Today I...February 22nd

Today I...

...am sharing this photo of one of the enchanting floral decorations at the Spring Rolls restaurant that my Sweetheart, my aunt, her friend and I ate at after our visit to The Rex Jazz Bar and Hotel last Friday night.

...am very happy to report that my Sweetheart was not walking in the front door to The Rex when part of the aluminum siding that ran along the front of the roof blew off and down onto the sidewalk in front of the bar, nor was anyone else fortunately and miraculously, since the corner of Queen and University streets is a very busy one indeed. Yikes...

...am also so very happy to report that I had a lovely weekend at my Sweetheart's. We talked and laughed and we felt none of the usual 'Oh my God, we're running out of time' stress that we would feel as our weekends together edged along. No, for the first time in two years we were truly able to enjoy every last minute of our time together because my Sweetheart in moving back to Montreal in 12 days!!! Oh, March 6th, I believe we will make a new anniversary out of you :o)

...had one heck of a busy day. I signed up 300 pilgrims (six groups) for the novena, cleared out most of my backlog of e-mails and still had time for lunch! Wow!!! lol

...went grocery shopping after work came home and did the laundry and finally got to crash on my couch at 9:00 P.M.

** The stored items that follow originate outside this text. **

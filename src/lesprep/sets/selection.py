"""Which samples of a set a reader keeps, and labels joined from outside the store.

Filters act on per-sample arrays read whole once, before any batch: the coordinates
(``z``, ``case``, ``regime``, case attributes, ``time``), a 1-D feature named in a
condition (``cloud_fraction`` for cloudy-only) and the joined scene labels. All filters
combine with *and*. Because the selection is known before reading, a read unit without a
selected sample is never read.

Scene labels come from the regimes table ``results/regimes.tsv`` (columns ``case``,
``time_s``, ``label``; :mod:`lesprep.report.regimes`), joined on the sample's ``case`` and
``time``. Both are the seconds of the per-case store, the table's written with nine
significant digits, so they are matched after rounding to the millisecond.
"""

from __future__ import annotations

from collections.abc import Mapping, Sequence
from pathlib import Path
from typing import Any

import numpy as np
import pandas as pd
from numpy.typing import NDArray

from lesprep.errors import ConfigError, InputError

SCENE_COLUMNS = ("case", "time_s", "label")
"""Columns of the regimes table the join needs (``lesprep.report.regimes.label_scenes``)."""
SCENE_KEY = "scene_label"
"""Name of the joined label in batches and in ``where`` conditions."""

Condition = str | float | int | Sequence[str | float | int]


def condition_mask(values: NDArray, wanted: Condition) -> NDArray[np.bool_]:
    """Samples whose value equals ``wanted`` or, for a list, is one of its entries.

    Examples
    --------
    >>> condition_mask(np.array(["a", "b", "c"], dtype=object), ["a", "c"]).tolist()
    [True, False, True]
    >>> condition_mask(np.array([1.0, 2.0]), 2).tolist()
    [False, True]
    """
    items = [wanted] if isinstance(wanted, (str, int, float)) else list(wanted)
    return np.isin(np.asarray(values), np.asarray(items, dtype=object))


def range_mask(values: NDArray, bounds: Sequence[float]) -> NDArray[np.bool_]:
    """Samples with ``bounds[0] <= value <= bounds[1]``.

    Examples
    --------
    >>> range_mask(np.array([50.0, 150.0, 300.0]), (100, 300)).tolist()
    [False, True, True]
    """
    lo, hi = (float(b) for b in bounds)
    if lo > hi:
        raise ConfigError(f"height range [{lo:g}, {hi:g}] m is empty: expected min <= max")
    v = np.asarray(values, dtype=np.float64)
    return (v >= lo) & (v <= hi)


def combine(masks: Sequence[NDArray[np.bool_]], n: int) -> NDArray[np.bool_] | None:
    """*And* of the masks (None when there is none: every sample is kept)."""
    if not masks:
        return None
    out = np.ones(int(n), dtype=bool)
    for m in masks:
        out &= m
    return out


def read_scene_table(path: str | Path) -> pd.DataFrame:
    """The regimes table with its key and label columns checked.

    Raises
    ------
    InputError
        A missing column or a repeated ``(case, time_s)``.
    """
    path = Path(path)
    try:
        table = pd.read_csv(path, sep="\t", dtype={"case": str})
    except (OSError, ValueError) as err:
        raise InputError(f"cannot read the scene label table: {err}", file=str(path)) from err
    missing = [c for c in SCENE_COLUMNS if c not in table.columns]
    if missing:
        raise InputError(
            f"has no column(s) {missing}; found {list(table.columns)}, expected "
            f"{list(SCENE_COLUMNS)} (the regimes table)",
            file=str(path),
            hint="pass results/regimes.tsv written by the regimes rule",
        )
    table = table.assign(_ms=_millis(table["time_s"].to_numpy()))
    dup = table.duplicated(["case", "_ms"])
    if dup.any():
        row = table[dup].iloc[0]
        raise InputError(
            f"repeats the scene (case {row['case']!r}, time_s {row['time_s']}); expected one "
            "row per case and time",
            file=str(path),
        )
    return table


def _millis(t: NDArray) -> NDArray[np.int64]:
    return np.round(np.asarray(t, dtype=np.float64) * 1000.0).astype(np.int64)


def join_scene_labels(
    case: NDArray,
    time: NDArray,
    table: pd.DataFrame,
    *,
    source: str,
    fill: int | None = None,
) -> NDArray[np.int64]:
    """Scene label of every sample from its ``(case, time)``.

    Parameters
    ----------
    case, time
        The samples' case ids and times (s, the store's numbers).
    table
        :func:`read_scene_table` output.
    source
        The table's file, for messages.
    fill
        Label of samples whose scene is not in the table; None: such a sample is an error.

    Raises
    ------
    InputError
        If a sample has no label and ``fill`` is None (names the first missing scenes).
    """
    keys = pd.DataFrame({"case": np.asarray(case).astype(str), "_ms": _millis(time)})
    right = table[["case", "_ms", "label"]].astype({"case": str})
    joined = keys.merge(right, on=["case", "_ms"], how="left", sort=False)
    labels = joined["label"].to_numpy()
    missing = pd.isna(labels)
    if missing.any():
        if fill is None:
            lost = keys[missing].drop_duplicates().head(3)
            scenes = ", ".join(f"({c!r}, {m / 1000:g} s)" for c, m in lost.itertuples(False))
            raise InputError(
                f"has no label for {int(missing.sum())} samples, e.g. the scenes (case, time) "
                f"{scenes}; expected a row for every scene of the set",
                file=source,
                hint="use the regimes table of the same results tree, or give a fill label",
            )
        labels = np.where(missing, fill, labels)
    return labels.astype(np.int64)


def describe_where(where: Mapping[str, Any]) -> str:
    """One-line text of the conditions (for messages and the reader's repr)."""
    return ", ".join(f"{k} in {v!r}" for k, v in where.items()) or "none"
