"""The variable catalogue: one entry per variable lesprep knows, and every stage asks it.

An entry (:class:`Variable`) says everything the stages need to know about a variable:

* its canonical units (UDUNITS spelling), CF ``standard_name`` where CF has one, a
  ``long_name`` for the canonical store and a short ``label`` for composite names
  ("block mean of <label>");
* how it arrives: ``mapped`` (read from the raw files through a variable map) or
  ``derived`` (computed per fine cell from other variables);
* for a mapped variable, the quantities a raw field may measure (``quantity:`` in a
  variable map), each with the units the raw field is converted to first and, where
  the quantity is not the canonical one, the conversion to it;
* its plausible range in canonical units (common practice, see :mod:`lesprep.raw.checks`);
* for a quantity that cannot be negative, how far below zero raw values may go before the
  archive is refused (``negative_tolerance``; values in between are numerics of advection
  schemes that are not positive-definite, set to zero and recorded);
* whether it is a water species (``water``: its mass counts in total water and in the
  exact conversion between mass fractions and mixing ratios) and whether it is
  precipitating (``precipitating``: rain, kept out of total water ``qt``);
* for a derived variable, the variables it is computed from and its formula, and whether
  it is computed by coarsening from each slab of fine fields (``per_slab``: the conserved
  and buoyancy variables of :mod:`lesprep.scales.conserved`, never stored on the fine
  grid) rather than stored by ingest;
* whether it may get sub-grid moments and fine patches at coarse scales.

The units of a variance are the square of the field's units, those of a covariance the
product of both fields' units (:func:`variance_units`, :func:`product_units`).

Adding a variable is one :func:`register` call (or one entry in :data:`BUILTIN`), plus
its line in a variable map and its place in the config. A variable the catalogue does
not know cannot be mapped yet: :func:`get` names the known ones.

Examples
--------
>>> get("qc").units
'kg kg-1'
>>> variance_units("m s-1")
'm2 s-2'
>>> product_units("m s-1", "K")
'm s-1 K'
"""

from __future__ import annotations

import re
from collections.abc import Callable, Iterator, Mapping
from dataclasses import dataclass, field
from types import MappingProxyType
from typing import Any, Literal

import numpy as np
from numpy.typing import NDArray

from lesprep import thermo
from lesprep.errors import ConfigError

Kind = Literal["mapped", "derived"]

Convert = Callable[[NDArray[np.floating], Mapping[str, NDArray[np.floating]]], NDArray]
"""Quantity conversion: ``(values, fields already converted) -> canonical values``."""

Formula = Callable[[Mapping[str, NDArray[np.floating]]], NDArray]
"""Formula of a derived variable: ``(fields of one time) -> values``."""


@dataclass(frozen=True, kw_only=True)
class Quantity:
    """What a raw field may measure for a mapped variable.

    Parameters
    ----------
    units
        Units the raw field is converted to before ``convert`` (UDUNITS).
    convert
        Conversion to the canonical quantity, or None when the quantity is the canonical
        one. It may use fields converted before it (``needs``).
    needs
        Variables ``convert`` reads, converted before this one.
    description
        The conversion as recorded in provenance.
    mass_fraction
        The raw field is a mass fraction of a water species (kg per kg of moist air,
        condensate included). All such fields of a time are converted to mixing ratios
        together, exactly (:func:`lesprep.thermo.mixing_ratios_from_mass_fractions`).
    """

    units: str
    convert: Convert | None = None
    needs: tuple[str, ...] = ()
    description: str = ""
    mass_fraction: bool = False


@dataclass(frozen=True, kw_only=True)
class Variable:
    """One catalogue entry (see the module docstring)."""

    name: str
    units: str
    long_name: str
    label: str
    kind: Kind = "mapped"
    standard_name: str | None = None
    quantities: Mapping[str, Quantity] = field(default_factory=dict)
    plausible: tuple[float, float] | None = None
    negative_tolerance: float | None = None
    derived_from: tuple[str, ...] = ()
    formula: Formula | None = None
    moments: bool = True
    patches: bool = True
    required: bool = False
    water: bool = False
    precipitating: bool = False
    per_slab: bool = False
    extra_attrs: Mapping[str, Any] = field(default_factory=dict)

    def __post_init__(self) -> None:
        if not re.fullmatch(r"[A-Za-z][A-Za-z0-9_]*", self.name):
            raise ConfigError(
                f"variable name {self.name!r} is not a plain identifier",
                hint="use letters, digits and '_' (starting with a letter)",
            )
        if self.kind == "mapped" and "direct" not in self.quantities:
            quantities = {"direct": Quantity(units=self.units), **self.quantities}
            object.__setattr__(self, "quantities", MappingProxyType(quantities))
        if self.kind == "derived" and not self.derived_from:
            raise ConfigError(f"derived variable {self.name!r} names no inputs (derived_from)")

    @property
    def variance_units(self) -> str:
        """Units of the variance (the square of :attr:`units`)."""
        return variance_units(self.units)

    def cf_attrs(self) -> dict[str, Any]:
        """CF attributes of the canonical (fine-grid) field."""
        attrs: dict[str, Any] = {"standard_name": self.standard_name} if self.standard_name else {}
        attrs.update(long_name=self.long_name, units=self.units)
        attrs.update(temperature_metadata(self.units, difference=False))
        attrs.update(self.extra_attrs)
        return attrs


_TEMPERATURE = re.compile(r"^(K|degC|deg_C|celsius|degF|deg_F)(-?\d+)?$")
"""A units token that is a temperature unit (with an optional power)."""


def temperature_metadata(units: str, *, difference: bool) -> dict[str, str]:
    """CF 1.11 ``units_metadata`` of a quantity whose units involve a temperature unit.

    A temperature on its scale (units exactly ``K``, ``degC``, ...) is ``temperature:
    on_scale`` unless ``difference``; a variance, covariance, deviation, or any unit
    combining a temperature with other units or powers (``K2``, ``K s-1``, ``K m s-1``)
    is ``temperature: difference`` (CF 1.11, section 3.1.2). No temperature unit: ``{}``.

    Examples
    --------
    >>> temperature_metadata("K", difference=False)
    {'units_metadata': 'temperature: on_scale'}
    >>> temperature_metadata("K2", difference=True)
    {'units_metadata': 'temperature: difference'}
    >>> temperature_metadata("K s-1", difference=False)
    {'units_metadata': 'temperature: difference'}
    >>> temperature_metadata("kg kg-1", difference=False)
    {}
    """
    tokens = str(units).split()
    matches = [_TEMPERATURE.match(tok) for tok in tokens]
    if not any(matches):
        return {}
    alone = len(tokens) == 1 and matches[0] is not None and matches[0].group(2) in (None, "1")
    kind = "on_scale" if alone and not difference else "difference"
    return {"units_metadata": f"temperature: {kind}"}


_TOKEN = re.compile(r"^([A-Za-z]+)(-?\d+)?$")


def _scaled(units: str, power: int) -> list[str]:
    out: list[str] = []
    for tok in units.split():
        m = _TOKEN.match(tok)
        if tok == "1" or m is None:
            if tok != "1":
                raise ValueError(f"cannot raise units {units!r} to a power (token {tok!r})")
            continue
        exp = int(m.group(2) or 1) * power
        out.append(m.group(1) if exp == 1 else f"{m.group(1)}{exp}")
    return out


def variance_units(units: str) -> str:
    """Units of a variance: each factor's exponent doubled (``"1"`` stays ``"1"``)."""
    toks = _scaled(units, 2)
    return " ".join(toks) if toks else "1"


def product_units(a: str, b: str) -> str:
    """Units of a covariance of two fields (the product of their units, UDUNITS spelling)."""
    toks = [*_scaled(a, 1), *_scaled(b, 1)]
    return " ".join(toks) if toks else "1"


def _theta_to_t(values: NDArray, fields: Mapping[str, NDArray]) -> NDArray:
    p = fields["p"] if fields["p"].ndim == 3 else fields["p"][:, None, None]
    return thermo.temperature_from_potential_temperature(values, p)


_KG = "kg kg-1"
_MASS_FRACTION = Quantity(
    units=_KG,
    mass_fraction=True,
    description="mixing ratio r = q (1 + R) / (1 - S) from mass fraction q, with S the sum "
    "of the water species given as mass fractions and R the sum of those given as mixing "
    "ratios (exact; S = q and R = 0 gives r = q / (1 - q))",
)
BUILTIN: tuple[Variable, ...] = (
    Variable(
        name="p",
        units="Pa",
        standard_name="air_pressure",
        long_name="air pressure",
        label="air pressure",
        plausible=(1.0e4, 1.1e5),
        required=True,
        patches=False,
    ),
    Variable(
        name="qc",
        units=_KG,
        standard_name="cloud_liquid_water_mixing_ratio",
        long_name="cloud liquid water mixing ratio",
        label="cloud liquid water mixing ratio",
        quantities={"mixing_ratio": Quantity(units=_KG), "mass_fraction": _MASS_FRACTION},
        plausible=(0.0, 0.02),
        negative_tolerance=1e-6,
        required=True,
        water=True,
    ),
    Variable(
        name="qv",
        units=_KG,
        standard_name="humidity_mixing_ratio",
        long_name="water vapour mixing ratio",
        label="water vapour mixing ratio",
        quantities={
            "mixing_ratio": Quantity(units=_KG),
            "specific_humidity": _MASS_FRACTION,
        },
        plausible=(0.0, 0.05),
        negative_tolerance=1e-6,
        required=True,
        water=True,
    ),
    Variable(
        name="T",
        units="K",
        standard_name="air_temperature",
        long_name="air temperature",
        label="air temperature",
        quantities={
            "temperature": Quantity(units="K"),
            "potential_temperature": Quantity(
                units="K",
                convert=_theta_to_t,
                needs=("p",),
                description=f"T = theta * (p / 1000 hPa) ** (Rd/cp), Rd/cp = {thermo.KAPPA:.6f}",
            ),
        },
        plausible=(150.0, 340.0),
        required=True,
    ),
    Variable(
        name="w",
        units="m s-1",
        standard_name="upward_air_velocity",
        long_name="vertical velocity at cell centres",
        label="vertical velocity",
        plausible=(-60.0, 60.0),
        required=True,
    ),
    Variable(
        name="qi",
        units=_KG,
        standard_name="cloud_ice_mixing_ratio",
        long_name="cloud ice mixing ratio",
        label="cloud ice mixing ratio",
        quantities={"mixing_ratio": Quantity(units=_KG), "mass_fraction": _MASS_FRACTION},
        plausible=(0.0, 0.02),
        negative_tolerance=1e-6,
        water=True,
    ),
    Variable(
        name="qr",
        units=_KG,
        standard_name="rain_water_mixing_ratio",
        long_name="rain water mixing ratio",
        label="rain water mixing ratio",
        quantities={"mixing_ratio": Quantity(units=_KG), "mass_fraction": _MASS_FRACTION},
        plausible=(0.0, 0.02),
        negative_tolerance=1e-5,
        water=True,
        precipitating=True,
    ),
    Variable(
        name="u",
        units="m s-1",
        standard_name="eastward_wind",
        long_name="x component of the wind at cell centres",
        label="x wind",
        plausible=(-150.0, 150.0),
        extra_attrs={"comment": "along the grid's x axis, taken as eastward"},
    ),
    Variable(
        name="v",
        units="m s-1",
        standard_name="northward_wind",
        long_name="y component of the wind at cell centres",
        label="y wind",
        plausible=(-150.0, 150.0),
        extra_attrs={"comment": "along the grid's y axis, taken as northward"},
    ),
    Variable(
        name="rh",
        kind="derived",
        units="1",
        standard_name="relative_humidity",
        long_name="relative humidity over liquid water (e/e_s, Bolton 1980)",
        label="relative humidity",
        derived_from=("p", "T", "qv"),
    ),
    Variable(
        name="qt",
        kind="derived",
        units=_KG,
        long_name="total water mixing ratio qv + qc (+ qi): vapour and cloud condensate, "
        "precipitating water (qr) excluded",
        label="total water mixing ratio",
        derived_from=("qv", "qc"),
        per_slab=True,
    ),
    Variable(
        name="theta_l",
        kind="derived",
        units="K",
        long_name="liquid water potential temperature (Betts 1973, warm phase)",
        label="liquid water potential temperature",
        derived_from=("p", "T", "qc"),
        per_slab=True,
    ),
    Variable(
        name="theta_il",
        kind="derived",
        units="K",
        long_name="liquid-ice potential temperature (Tripoli and Cotton 1981)",
        label="liquid-ice potential temperature",
        derived_from=("p", "T", "qc", "qi"),
        per_slab=True,
    ),
    Variable(
        name="theta_v",
        kind="derived",
        units="K",
        long_name="virtual potential temperature with condensate loading",
        label="virtual potential temperature",
        derived_from=("p", "T", "qv", "qc"),
        per_slab=True,
    ),
    Variable(
        name="cloud_mask",
        kind="derived",
        units="1",
        long_name="cloudy cell (qc > threshold)",
        label="cloud mask",
        derived_from=("qc",),
        moments=False,
        patches=False,
        extra_attrs={"flag_values": [0, 1], "flag_meanings": "clear cloudy"},
    ),
    Variable(
        name="lwp",
        kind="derived",
        units="kg m-2",
        standard_name="atmosphere_mass_content_of_cloud_liquid_water",
        long_name="liquid water path",
        label="liquid water path",
        derived_from=("p", "T", "qv", "qc"),
        moments=False,
        patches=False,
    ),
)
"""The variables lesprep ships with. ``rh``, ``cloud_mask`` and ``lwp`` are computed by
the fused per-cell pass of :mod:`lesprep.canonical.derived` (no ``formula`` here)."""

...am posting, after I'm done here, a video of a train I will forever recognize when I see it along the tracks, Via #66, the train that carried me home from Toronto a dozen times (literally) over the past two years. Normally when I heard them opening and closing the doors of the train at the stations I felt my heart drop because I was getting one stop further from Toronto and my Sweetheart, but last night I didn't feel that at all. I felt my heart lift as we got closer to Montreal and I kept thinking 'We did, we did it, we made it work for two whole years.' We did, it was lots of stress sometimes, lots of tears sometimes, lots of loneliness sometimes, but also lots of laughs, lots of smiles, lots of hours talking on 'the phone' (Skype), lots of weekends spent together that we never would have spent together had my Sweetheart stayed in Montreal. So was it hard? Yes. Was it long? Oh, yeah. But would I trade the time I spent with my Sweetheart over the past two years and what it brought us? The growth and the maturity and the confidence in the strength of our relationship? No, not one minute, not one second, not one laugh he got out of me to stop me from crying when I got on the train and not one tear I shed once I was on the train, not one.

1 comment:

  1. Karine, I'm catching up on your blog, something that you know I find so relaxing, and the last paragraph is so beautifully written and so touching--It really does show the depth of your relationship and your devotion and commitment you and your sweetheart have to one another. It also proves that time apart doesn't mean you have to be torn apart!